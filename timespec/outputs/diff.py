"""Compare two solved specs block by block, for a design review (``timespec diff``).

Blocks are matched by name.  A block only in the old spec is *removed*, one only
in the new spec is *added*; a removed and an added block whose statements are
identical apart from the name are reported as one *renamed* block.  For every
block present on both sides the comparison lists what changed in the
requirements, in the other statements (the *inputs*: policies, conditions, pinned
parts, settings), in the chosen parts, and, per required output, the nominal
value, the worst-case window, the margin and the verdict.

The **margin** of a required output is the smallest room between its worst-case
window and the edges of the required window, divided by the required half-width
(half of ``high - low``): ``+1`` is a worst case shrunk to the centre line, ``0``
touches an edge, negative values lie outside (``-0.1`` pokes out by a tenth of
the half-width).  This is the scale of the solver's centring term
(:func:`timespec.design.solver.rank_key`); for a one-sided requirement
(``20 ms min``) the room is divided by the bound itself.  A block's margin is the
smallest over its required outputs; it is ``-inf`` when a worst case is not
finite and ``None`` when nothing is required or no design could be formed.

A block got **worse** when its verdict went from ``meets`` to ``fails`` or
``infeasible``, when it is new and does not meet, or, with a margin-drop
threshold, when its margin fell by more than the threshold (in units of the
required half-width).  Without a threshold, margins are reported but only
verdicts decide.  This module is pure: the results come in solved.
"""

from __future__ import annotations

import dataclasses
import math
from dataclasses import dataclass

from timespec._version import __version__
from timespec.design.result import BlockResult, OutputResult, Result
from timespec.model import Block, Window
from timespec.numbers import (
    format_interval,
    format_part,
    format_quantity,
    format_window,
    ratio_unit,
)
from timespec.parts.part import Part
from timespec.units import kind_symbol

__all__ = [
    "DIFF_FORMAT",
    "DIFF_MINOR",
    "DIFF_VERSION",
    "BlockDiff",
    "Diff",
    "OutputChange",
    "OutputSide",
    "PartChange",
    "RequirementChange",
    "diff_results",
    "diff_to_dict",
    "output_margin",
    "render_diff",
]

#: The ``format`` value of the diff JSON document.
DIFF_FORMAT = "timespec-diff"
#: Its major version.
DIFF_VERSION = 1
#: Its minor version.
DIFF_MINOR = 0

#: Margin changes smaller than this (in half-widths) are rounding, not a change.
_SAME = 1e-9

#: The fields of a block, other than name and requirements, listed as inputs.
_INPUTS = (
    "conditions",
    "resistors",
    "capacitors",
    "timer",
    "gate",
    "pinned",
    "settings",
    "statistics",
    "refs",
)

#: How the changed block fields are named for people: the statements that set them.
_INPUT_WORDS = {
    "conditions": "supply/ambient/life",
    "pinned": "use",
    "settings": "circuit settings",
    "statistics": "samples/seed",
}

#: The fields of a part compared for a parts change.
_PART_FIELDS = ("value", "series", "tolerance", "tempco_ppm", "dielectric", "pinned", "pair")


def output_margin(out: OutputResult) -> float | None:
    """The margin of one output against its requirement, in required half-widths.

    Parameters
    ----------
    out
        An output of a solved design.

    Returns
    -------
    float or None
        ``min(low - required.low, required.high - high)`` over the finite edges,
        divided by half the required width (by the bound's size for a one-sided
        requirement, by 1 when that is zero); negative when the worst case lies
        outside, ``-inf`` when it is not finite, ``None`` when nothing is required.
    """
    w = out.required
    if w is None:
        return None
    if not (math.isfinite(out.low) and math.isfinite(out.high)):
        return -math.inf
    rooms = []
    if math.isfinite(w.low):
        rooms.append(out.low - w.low)
    if math.isfinite(w.high):
        rooms.append(w.high - out.high)
    if not rooms:
        return math.inf
    if math.isfinite(w.low) and math.isfinite(w.high) and w.high > w.low:
        scale = 0.5 * (w.high - w.low)
    else:
        edge = w.low if math.isfinite(w.low) else w.high
        scale = abs(edge) or 1.0
    return min(rooms) / scale
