def part_factors(block: Block, part: Part) -> list[Factor]:
    """Factors of one part: its value (fixed), tolerance, temperature and ageing.

    Parameters
    ----------
    block
        The block (for the ambient range, life and spread).
    part
        The part.

    Returns
    -------
    list of Factor
        ``<ref>.value`` (fixed), ``<ref>.tol``, and ``<ref>.tc`` (linear tempco,
        ppm/K, multiplied by the temperature offset) or ``<ref>.drift`` (class 2
        and electrolytic envelope), and ``<ref>.age`` where a life and an ageing
        rate are given.

    Notes
    -----
    The tempco is a factor of its own and the temperature is shared by all
    parts, so parts of one board see one temperature (a systematic, correlated
    effect), while each part's coefficient varies within its band.
    """
    dist, sigmas = _tol_distribution(block)
    ref = part.ref
    out = [
        Factor(
            f"{ref}.value", f"{ref} value", part.value, part.value, part.value, "fixed", group=ref
        ),
        Factor(
            f"{ref}.tol",
            f"{ref} tolerance (±{part.tolerance * 100:g} %)",
            0.0,
            -part.tolerance,
            part.tolerance,
            dist,  # type: ignore[arg-type]
            sigmas,
            group=ref,
        ),
    ]
    cond = block.conditions
    span = cond.ambient_high > REFERENCE_C or cond.ambient_low < REFERENCE_C
    if part.kind == "resistance":
        tc = part.tempco_ppm or 0.0
        out.append(Factor(f"{ref}.tc", f"{ref} tempco (±{tc:g} ppm/K)", 0.0, -tc, tc, group=ref))
    else:
        assert part.dielectric is not None
        d = dielectrics.dielectric(part.dielectric)
        if d.linear:
            lo, hi = d.tc_ppm_low, d.tc_ppm_high
            mid = min(max(0.0, lo), hi)
            out.append(
                Factor(
                    f"{ref}.tc",
                    f"{ref} {d.name} tempco ({lo:g}…{hi:g} ppm/K)",
                    mid,
                    lo,
                    hi,
                    group=ref,
                )
            )
        elif span:
            lo, hi = d.drift_low, d.drift_high
            out.append(
                Factor(
                    f"{ref}.drift",
                    f"{ref} {d.name} change over temperature ({lo * 100:+g}…{hi * 100:+g} %)",
                    0.0,
                    lo,
                    hi,
                    group=ref,
                )
            )
    age = part.ageing * cond.life_years
    if age > 0:
        out.append(
            Factor(
                f"{ref}.age",
                f"{ref} ageing over {cond.life_years:g} years (±{age * 100:.3g} %)",
                0.0,
                -age,
                age,
                group=ref,
            )
        )
    return out


def apply_part(x: Inputs, ref: str) -> FloatArray:
    """The actual value of a part for samples of its factors and the temperature.

    Parameters
    ----------
    x
        Factor samples (must hold ``<ref>.value``, ``<ref>.tol`` and ``temp``).
    ref
        Part reference.

    Returns
    -------
    FloatArray
        ``value·(1 + tol)·(1 + tc·1e-6·(T − 25))·(1 + drift)·(1 + age)``.
    """
    v = x[f"{ref}.value"] * (1.0 + x[f"{ref}.tol"])
    tc = x.get(f"{ref}.tc")
    if tc is not None:
        v = v * (1.0 + tc * 1e-6 * (x["temp"] - REFERENCE_C))
    drift = x.get(f"{ref}.drift")
    if drift is not None:
        v = v * (1.0 + drift)
    age = x.get(f"{ref}.age")
    if age is not None:
        v = v * (1.0 + age)
    return np.asarray(v, dtype=np.float64)


def condition_factors(block: Block) -> list[Factor]:
    """Operating conditions: ambient temperature and supply voltage.

    Parameters
    ----------
    block
        The block.

    Returns
    -------
    list of Factor
        ``temp`` (°C, uniform over the ambient range, nominal 25 °C clipped into
        it) and ``supply`` (V, uniform over the supply window).

    Notes
    -----
    Monte Carlo draws the operating point uniformly over its range: the yield
    is the share of (unit, operating point) pairs in spec.  Worst-case covers
    every corner regardless.
    """
    c = block.conditions
    t_nom = min(max(REFERENCE_C, c.ambient_low), c.ambient_high)
    s = c.supply
    return [
        Factor(
            "temp",
            f"ambient ({c.ambient_low:g}…{c.ambient_high:g} °C)",
            t_nom,
            c.ambient_low,
            c.ambient_high,
            group="operating",
        ),
        Factor(
            "supply", f"supply ({s.low:g}…{s.high:g} V)", s.centre, s.low, s.high, group="operating"
        ),
    ]


def timer_factors(block: Block, *, leakage: float = 0.0) -> list[Factor]:
    """Factors of a 555-type timer class, and the timing node's leakage.

    Parameters
    ----------
    block
        A one-shot or astable block (``block.timer`` set).
    leakage
        Extra leakage bound at the timing node, A (capacitor and board).

    Returns
    -------
    list of Factor
        ``timer.ratio`` (upper threshold / supply), ``timer.drift`` (ppm/K of
        timing), ``timer.vco`` (timing change per volt away from nominal),
        ``timer.ron`` (discharge on-resistance, Ω), ``timer.ith`` (threshold
        input current, A) and ``leak`` (A).
    """
    t = block.timer
    assert t is not None
    k_lo, k_hi = t.ratio_band
    k_nom = min(max(2.0 / 3.0, k_lo), k_hi)
    out = [
        Factor(
            "timer.ratio",
            f"{t.name} timer threshold ratio (±{t.initial * 100:g} % timing)",
            k_nom,
            k_lo,
            k_hi,
            group="timer",
        ),
        Factor(
            "timer.drift",
            f"{t.name} timer drift (±{t.drift_ppm:g} ppm/K)",
            0.0,
            -t.drift_ppm,
            t.drift_ppm,
            group="timer",
        ),
        Factor(
            "timer.vco",
            f"{t.name} timer supply sensitivity (±{t.supply_drift * 100:g} %/V)",
            0.0,
            -t.supply_drift,
            t.supply_drift,
            group="timer",
        ),
        Factor(
            "timer.ron",
            f"{t.name} discharge on-resistance (0…{t.r_on_max:.3g} Ω)",
            0.4 * t.r_on_max,
            0.0,
            t.r_on_max,
            group="timer",
        ),
        Factor(
            "timer.ith",
            f"{t.name} threshold input current (0…{format_quantity(t.i_threshold_max, 'current')})",
            0.4 * t.i_threshold_max,
            0.0,
            t.i_threshold_max,
            group="timer",
        ),
    ]
    if leakage > 0:
        out.append(
            Factor(
                "leak",
                f"node leakage (0…{format_quantity(leakage, 'current')})",
                0.0,
                0.0,
                leakage,
                group="leakage",
            )
        )
    return out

+++

Exercise —
All lines above from the one holding "solver's centring term" to the one holding "smallest over its", inclusive, are to be copied exactly; no other line is wanted.

Exercise response —
the half-width).  This is the scale of the solver's centring term
(:func:`timespec.design.solver.rank_key`); for a one-sided requirement
(``20 ms min``) the room is divided by the bound itself.  A block's margin is the
smallest over its required outputs; it is ``-inf`` when a worst case is not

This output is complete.